Transcript
Introduction
In this video, we are going to look at how to avoid a common mistake in error handling with the integration platform Tray.ai. After working with Tray.ai for a while, you will have the need to centralize error handling. Now let’s look at the best way to do that, based on my experience.
Error Alerting Workflow Overview
In Tray, there is the concept of an error alerting workflow, which is a triggering mechanism that launches a workflow execution when an error occurs. You can have an error alerting workflow set up at the account level or at the workflow level. When both of them are set up, the workflow-level alerting will prevail.
The Tray account can be set up to use a global error handler so that every error will trigger that workflow. If we look at our settings right now, we don’t have that setting set up, so if an error happens, the workflow stops, and we don’t know about it unless we look at the executions.
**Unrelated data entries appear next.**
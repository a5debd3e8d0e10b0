"""Dew points: other printed forms of the same laws, what governs, inverses, saturation curve, frost."""

import numpy as np
import pytest
from iapws.iapws97 import _PSat_T, _TSat_P

from crossbank_service.methods import dew_point_laws, dew_points
from crossbank_service.methods.dew_point_laws import ATMOSPHERE_PA

WATER = np.array([0.03, 0.06, 0.10, 0.15, 0.25])[:, np.newaxis] * ATMOSPHERE_PA
ACID = np.array([0.5e-6, 3e-6, 10e-6, 100e-6]) * ATMOSPHERE_PA


def test_verhoff_banchero_agrees_with_its_atmosphere_form() -> None:
    """1.7842 + 0.0269 lg pW - 0.1029 lg pS + 0.0329 lg pW lg pS, in atmospheres, within 0.04 K."""
    lg_w, lg_s = np.log10(WATER / ATMOSPHERE_PA), np.log10(ACID / ATMOSPHERE_PA)
    other = 1000.0 / (1.7842 + 0.0269 * lg_w - 0.1029 * lg_s + 0.0329 * lg_w * lg_s)
    np.testing.assert_allclose(dew_point_laws.verhoff_banchero_1974(WATER, ACID), other, rtol=0.0, atol=0.04)


def test_okkes_agrees_with_its_pascal_form() -> None:
    """10.8809 + 27.6 lg pW + 10.83 lg pS + 1.06 (lg pS + 2.9943)^2.19 in pascals, within 2 mK."""
    other = (
        10.8809 + 27.6 * np.log10(WATER) + 10.83 * np.log10(ACID) + 1.06 * (np.log10(ACID) + 2.9943) ** 2.19
    )
    np.testing.assert_allclose(dew_point_laws.okkes_1987(WATER, ACID) - 273.15, other, rtol=0.0, atol=0.002)


@pytest.mark.parametrize("law", dew_point_laws.LAWS, ids=lambda law: law.slug)
def test_every_law_is_finite_and_rises_with_both_vapours(law: dew_point_laws.DewPointLaw) -> None:
    """From nothing to far beyond the range the laws stay finite; inside it they rise with water and acid."""
    pressures = np.concatenate([[0.0], np.geomspace(1e-8, 1e7, 40)])
    assert np.all(np.isfinite(law.function(pressures[:, np.newaxis], pressures)))
    inside = law.function(WATER, np.geomspace(*law.acid_mole_fraction, 8) * ATMOSPHERE_PA)
    assert np.all(np.diff(inside, axis=0) > 0.0)
    assert np.all(np.diff(inside, axis=1) > 0.0)


def test_in_range_looks_at_both_fractions() -> None:
    """Composition outside either range is out of range."""
    law = dew_point_laws.LAWS[0]
    assert law.in_range(np.array([0.10, 0.02, 0.10]), np.array([1e-5, 1e-5, 2e-4])).tolist() == [
        True,
        False,
        False,
    ]


def test_the_larger_of_water_verhoff_banchero_and_okkes_governs() -> None:
    """At 10 ppm Verhoff-Banchero governs, at 0.1 ppm Okkes, without acid the water."""
    water_dew = np.full(3, 319.2)
    found = dew_points.sulfuric_dew_points(
        water_dew, np.full(3, 10132.5), np.array([10e-6, 0.1e-6, 0.0]) * 101325.0
    )
    assert found.governing_k[0] == found.verhoff_banchero_k[0]
    assert found.governing_k[1] == found.okkes_k[1]
    assert found.governing_k[2] == 319.2
    assert found.acid_governs.tolist() == [True, True, False]
    # 133.3 to 137.3 C by the four laws
    assert found.spread_k[0] == pytest.approx(137.304 - 133.254, abs=0.002)


def test_an_acid_dew_point_below_that_of_the_water_gives_way() -> None:
    """With a trace of acid and much water the water governs."""
    found = dew_points.sulfuric_dew_points(372.0, 98e3, 1e-6)
    assert found.governing_k == 372.0
    assert not found.acid_governs


def test_nitric_acid_never_condenses_below_the_water() -> None:
    """The law sinks below the water dew point at 100 ppm; 4 K above the water holds there, 7 K at 500 ppm."""
    ppm = np.array([0.0, 50.0, 100.0, 500.0, 1000.0])
    water_dew = 273.15 + 49.684  # 12 % water, IAPWS-IF97
    found = dew_points.nitric_dew_point_k(water_dew, 12159.0, ppm * 0.101325)
    np.testing.assert_allclose(found[:4] - water_dew, [0.0, 2.0, 4.0, 7.0], atol=1e-9)
    assert found[4] == pytest.approx(273.15 + 57.741, abs=0.001)


def test_a_decade_of_sulfur_trioxide_is_about_23_kelvin() -> None:
    """General boiler texts: a decade in acid moves the dew point by some 20 to 25 K, a factor two by 7 K."""
    found = dew_point_laws.verhoff_banchero_1974(10132.5, np.array([1e-6, 1e-5, 2e-5]) * 101325.0)
    assert found[1] - found[0] == pytest.approx(21.7, abs=0.05)
    assert found[2] - found[1] == pytest.approx(7.0, abs=0.05)


def test_the_largest_acid_content_brings_the_dew_point_to_the_metal() -> None:
    """The inverse puts the larger of the two laws exactly on the target, or says any or none will do."""
    water = np.array([[6000.0], [15000.0]])
    target = np.array([[370.0, 390.0, 410.0, 420.0]])
    acid = dew_points.largest_acid_pressure_pa(water, target)
    larger = np.maximum(
        dew_point_laws.verhoff_banchero_1974(water, acid), dew_point_laws.okkes_1987(water, acid)
    )
    np.testing.assert_allclose(larger, np.broadcast_to(target, larger.shape), atol=1e-7)
    assert dew_points.largest_acid_pressure_pa(10132.5, 200.0) == pytest.approx(1e-6)
    assert dew_points.largest_acid_pressure_pa(10132.5, 900.0) == pytest.approx(1e5)


def test_the_saturation_curve_is_read_to_a_fifth_of_a_millikelvin() -> None:
    """Against IAPWS-IF97 with points 1 K apart; the ends continue."""
    points = np.arange(274.0, 420.0)
    curve = np.array([_PSat_T(t) * 1e6 for t in points])
    pressure = np.geomspace(700.0, 4e5, 50)
    found = dew_points.temperature_on_saturation_curve(pressure, points, curve)
    np.testing.assert_allclose(found, [_TSat_P(p * 1e-6) for p in pressure], rtol=0.0, atol=2e-4)
    ends = dew_points.temperature_on_saturation_curve(np.array([0.0, 600.0, 5e5, 1e30]), points, curve)
    assert np.all(np.isfinite(ends))
    assert np.all(np.diff(ends) > 0.0)
    assert ends[2] == pytest.approx(_TSat_P(0.5), abs=0.05)


def test_frost_needs_a_surface_below_both_ice_and_dew_point() -> None:
    """Cold but dry air, or dew above freezing on a warm surface, makes no frost."""
    surface, dew = np.array([268.0, 268.0, 275.0, 272.0]), np.array([270.0, 265.0, 280.0, 280.0])
    found = dew_points.frost_margin_k(surface, dew)
    np.testing.assert_allclose(found, [-2.0, 3.0, 1.85, -1.15], atol=1e-12)


def test_a_case_alone_equals_the_case_beside_others() -> None:
    """Bit for bit."""
    together = dew_points.sulfuric_dew_points(319.0, WATER, ACID).governing_k
    alone = dew_points.sulfuric_dew_points(319.0, WATER[2:3], ACID[1:2]).governing_k
    assert alone[0, 0] == together[2, 1]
Setting Up the Global Error Handler
Now we select a global error handler which we created and let’s look at it. So, we have a global error handler. It has an alerting trigger. There is some filtering logic, an extraction of the error message, and then a notification workflow is called.
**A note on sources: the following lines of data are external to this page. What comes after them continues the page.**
"""Geometry the plain-bank correlations share."""

import numpy as np
import pytest
from hypothesis import given
from hypothesis import strategies as st

from crossbank_service.methods._layout import (
    diagonal_governs,
    free_area_ratio,
    void_fraction,
    volumetric_diameter_ratio,
)

A = np.array([3.0])
B = np.array([1.0])
STAGGERED = np.array([1.0])
INLINE = np.array([0.0])


def test_diagonal_gap_sets_the_highest_velocity_of_a_flat_staggered_bank() -> None:
    """By hand: 4 m/s before pitches 3 x 1 gives 7.47407 m/s in the diagonal gaps."""
    assert 4.0 / free_area_ratio(A, B, STAGGERED)[0] == pytest.approx(7.47407, abs=5e-6)


def test_transverse_gap_sets_it_in_line_and_in_one_row_alone() -> None:
    """By hand: 4 m/s before an in-line bank of pitch 2 gives 8 m/s; one row has no diagonal."""
    assert 4.0 / free_area_ratio(np.array([2.0]), B, INLINE)[0] == 8.0
    assert free_area_ratio(A, B, STAGGERED, np.array([1.0]))[0] == 2.0 / 3.0


@given(a=st.floats(1.05, 6.0), b=st.floats(0.5, 6.0))
def test_diagonal_rule_is_the_closed_condition_of_the_pitches(a: float, b: float) -> None:
    """By algebra: 2(c - 1) < a - 1 is b < sqrt(2a + 1)/2, where tubes do not overlap."""
    edge = 0.5 * np.sqrt(2.0 * a + 1.0)
    if abs(b - edge) > 1e-6:
        governs = bool(diagonal_governs(np.array([a]), np.array([b]), STAGGERED)[0])
        assert governs == (b < edge)


def test_void_fraction_changes_form_at_a_longitudinal_pitch_of_one() -> None:
    """By hand: 1 - pi/8 for a = b = 2 and the same for 2.5 x 0.8, whose product is 2."""
    expected = 1.0 - np.pi / 8.0
    assert void_fraction(np.array([2.0]), np.array([2.0]))[0] == pytest.approx(expected, rel=1e-15)
    assert void_fraction(np.array([2.5]), np.array([0.8]))[0] == pytest.approx(expected, rel=1e-15)


def test_volumetric_diameter_of_a_square_bank() -> None:
    """By hand: 16/pi - 1 for a = b = 2."""
    ratio = volumetric_diameter_ratio(np.array([2.0]), np.array([2.0]))[0]
    assert ratio == pytest.approx(16.0 / np.pi - 1.0, rel=1e-15)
Notification Workflows for Error Handling
Now let’s say that we use a separate workflow to notify the end system. That might be a data warehouse, a system like Airtable or SmartSuite, Sentry, or even sending a message to Slack, whichever is your preference.
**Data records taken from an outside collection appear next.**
"""Fouling from readings: intervals, negative values, trends against other fits, instruments."""

import numpy as np
import pytest
from scipy import stats

from crossbank_service.methods import fouling_readings
from crossbank_service.methods.record import Array


def test_a_negative_resistance_is_kept() -> None:
    """A coefficient above the clean one is a finding about readings or model."""
    found = fouling_readings.fouling_from_coefficients(np.array([42.0]), 40.0, 0.01, 0.01)
    assert found.resistance_m2_k_w[0] == pytest.approx(1 / 42 - 1 / 40)


def test_a_small_resistance_is_not_distinguishable_from_none() -> None:
    """From an uncalibrated method at 6 % a loss of 5 % says nothing; calibrated it does."""
    found = fouling_readings.fouling_from_coefficients(
        38.0, 40.0, np.array([0.03, 0.01]), np.array([0.06, 0.01]), np.array([0.0, 0.9])
    )
    assert found.distinguishable.tolist() == [False, True]
    assert found.low_m2_k_w[0] < 0.0 < found.high_m2_k_w[0]


def test_equal_ends_have_the_mean_difference_of_either() -> None:
    """The closed form is 0/0 there; the series joins it without a step."""
    ends = 20.0 * (1.0 + np.array([0.0, 0.9e-3, 1.1e-3]))
    mean, u = fouling_readings.log_mean_difference(ends, 20.0, 1.0, 1.0)
    np.testing.assert_allclose(mean, 20.0 * (1.0 + np.array([0.0, 0.45e-3, 0.55e-3])), rtol=1e-6)
    np.testing.assert_allclose(u, np.sqrt(0.5), rtol=1e-3)
    assert u[1] == pytest.approx(u[2], rel=1e-5)


def test_mean_difference_sensitivities_are_those_of_small_steps() -> None:
    """Each end alone, by central differences of the mean."""
    for a, b in ((60.0, 20.0), (5.0, 25.0)):
        step = 1e-4
        for da, db in ((step, 0.0), (0.0, step)):
            up = fouling_readings.log_mean_difference(a + da, b + db, 0.0, 0.0)[0]
            down = fouling_readings.log_mean_difference(a - da, b - db, 0.0, 0.0)[0]
            u = fouling_readings.log_mean_difference(a, b, da / step, db / step)[1]
            assert u == pytest.approx(float(up - down) / (2 * step), rel=1e-6)


def _series() -> tuple[Array, Array]:
    t = np.array([0.0, 10.0, 25.0, 40.0, 55.0, 80.0])
    return t, np.array([1.0, 1.4, 1.5, 2.4, 2.5, 3.6]) * 1e-4


def test_a_scattered_trend_has_the_interval_of_ordinary_regression() -> None:
    """Where the scatter exceeds what was claimed, slope, error and interval are those of scipy's line."""
    t, r = _series()
    line = stats.linregress(t, r)
    found = fouling_readings.trend(t, r, np.full(6, 1e-7))
    assert found.scatter_ratio[0] > 1.0
    assert found.slope[0] == pytest.approx(line.slope, rel=1e-10)
    assert found.intercept[0] == pytest.approx(line.intercept, rel=1e-10)
    assert found.slope_standard_uncertainty[0] == pytest.approx(line.stderr, rel=1e-9)
    assert found.slope_high[0] - found.slope[0] == pytest.approx(
        float(stats.t.ppf(0.975, 4)) * line.stderr, rel=1e-9
    )
    assert found.distinguishable.tolist() == [True]
    value, low, high = found.at(0.0)
    assert value[0] == pytest.approx(line.intercept, rel=1e-10)
    assert high[0] - low[0] == pytest.approx(
        2 * float(stats.t.ppf(0.975, 4)) * line.intercept_stderr, rel=1e-9
    )


def test_a_quiet_trend_keeps_the_uncertainties_it_was_given() -> None:
    """Where the readings scatter less than claimed the claim stands, as in numpy's unscaled weighted fit."""
    t, r = _series()
    u = np.array([1.0, 2.0, 1.0, 2.0, 1.0, 1.5]) * 5e-5
    coefficients, covariance = np.polyfit(t, r, 1, w=1.0 / u, cov="unscaled")
    found = fouling_readings.trend(t, r, u)
    assert found.scatter_ratio[0] < 1.0
    assert found.slope[0] == pytest.approx(coefficients[0], rel=1e-9)
    assert found.slope_standard_uncertainty[0] == pytest.approx(np.sqrt(covariance[0, 0]), rel=1e-9)


def test_time_to_a_limit_lies_between_its_ends() -> None:
    """A clear trend reaches the limit; one that falls, or may be flat, never does at one end."""
    t, r = _series()
    found = fouling_readings.trend(t, np.stack([r, -r]), np.full(6, 1e-5))
    time, early, late = found.time_to(5e-4)
    assert early[0] < time[0] < late[0] < 1e4
    assert found.intercept[0] + found.slope[0] * time[0] == pytest.approx(5e-4, rel=1e-12)
    assert time[1] == 1e12


def test_readings_at_one_time_leave_the_slope_open() -> None:
    """Finite, flat and not distinguishable."""
    found = fouling_readings.trend(np.full(3, 5.0), np.array([1.0, 1.1, 0.9]), np.full(3, 0.2))
    assert found.slope[0] == 0.0
    assert found.distinguishable.tolist() == [False]
    assert np.isfinite(found.slope_high[0])


def test_a_trend_alone_equals_the_trend_beside_others() -> None:
    """Bit for bit, whatever the layout in memory."""
    t, r = _series()
    many = np.asfortranarray(np.stack([r, 2 * r, r + 1e-5]))
    together, alone = (
        fouling_readings.trend(t, many, np.full(6, 1e-5)),
        fouling_readings.trend(t, 2 * r, np.full(6, 1e-5)),
    )
    assert together.slope[1] == alone.slope[0]
    assert together.slope_high[1] == alone.slope_high[0]


def test_test_and_prediction_agree_within_their_intervals() -> None:
    """|104 - 100|/hypot(3, 4) = 0.8."""
    assert fouling_readings.normalised_error(104.0, 100.0, 3.0, 4.0) == pytest.approx(0.8)


def test_instrument_limits_grow_with_temperature() -> None:
    """IEC 60584 and 60751, from memory: 1.5 K to 375 C and 2 K at 500 C; class A 0.35 K at 100 C, B 0.8 K."""
    couple = fouling_readings.thermocouple_limit_k(np.array([293.15, 773.15]), 1)
    np.testing.assert_allclose(couple, [1.5, 2.0])
    assert fouling_readings.thermocouple_limit_k(773.15, 2) == pytest.approx(3.75)
    assert fouling_readings.platinum_limit_k(373.15, "A") == pytest.approx(0.35)
    assert fouling_readings.platinum_limit_k(373.15, "B") == pytest.approx(0.80)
Let’s look at the workflow. Right now, the logic is really not there, and we terminate as an example. So let’s see what happens. We should be good to go. Let’s run the error one more time. We can see the execution of the error alerting workflow. We can see it called the notification error, and we can see that it terminated successfully.
Common Mistake: Infinite Error Loop
Now let’s look at the common mistake which can easily happen. Let’s say that we notify an external system and we want this to be a robust notification. If it fails, we need to make sure that the error does not trigger another error and snowball into a high usage bill.
Let’s see how we can burn through an unlimited amount of tasks. Basically, the error alerting caused the child, which fails, and the failure triggers another alert, which fails, and so on.
Example of Infinite Loop in Error Handling
Let’s see that in practice. Let’s move this termination to the bottom. We have an error script here. Now we run the workflow with an error. It has an error. We look at the global alerting workflow. We look at the notification execution, and we can see a failure, another one.
And that’s the reason why we put some random delay so that we don’t run too many errors at the same time. We can see that this keeps on triggering, and the only way to stop it is by disabling this workflow.
Fixing the Infinite Loop
OK, now it’s stopped. We can re-enable the workflow, and let’s see how we can fix it. Now we can see that on the left-hand side, we pre-created another workflow. Let’s open that up.
This is another alerting trigger workflow, which does nothing, and I’m going to use that for a specific purpose now. So let’s go on the global error handler. We go to the workflow settings, and at the bottom, we select that specific alerting workflow as the alerting workflow of the global error handler. The same thing we do for the notification workflow.
Testing the Fix
Let’s see if that makes a difference. We trigger the error again. We look at the global error handler. Let’s look at the notification workflow. It executed once, and there is an error. And let’s look at the ignore error handler, which executed once as well, so that as you can see, it stopped the infinite loop.
Conclusion
So basically, to overcome the problem, the way I implemented this is with a global error handler workflow and a secondary alerting trigger that ignores errors. The secondary trigger is set up as an alerting workflow for both the global error handler and any other child or callable workflow.
In our case, we only have one: the notification workflow. And this is how you can implement a safer error handling strategy on Tray.ai.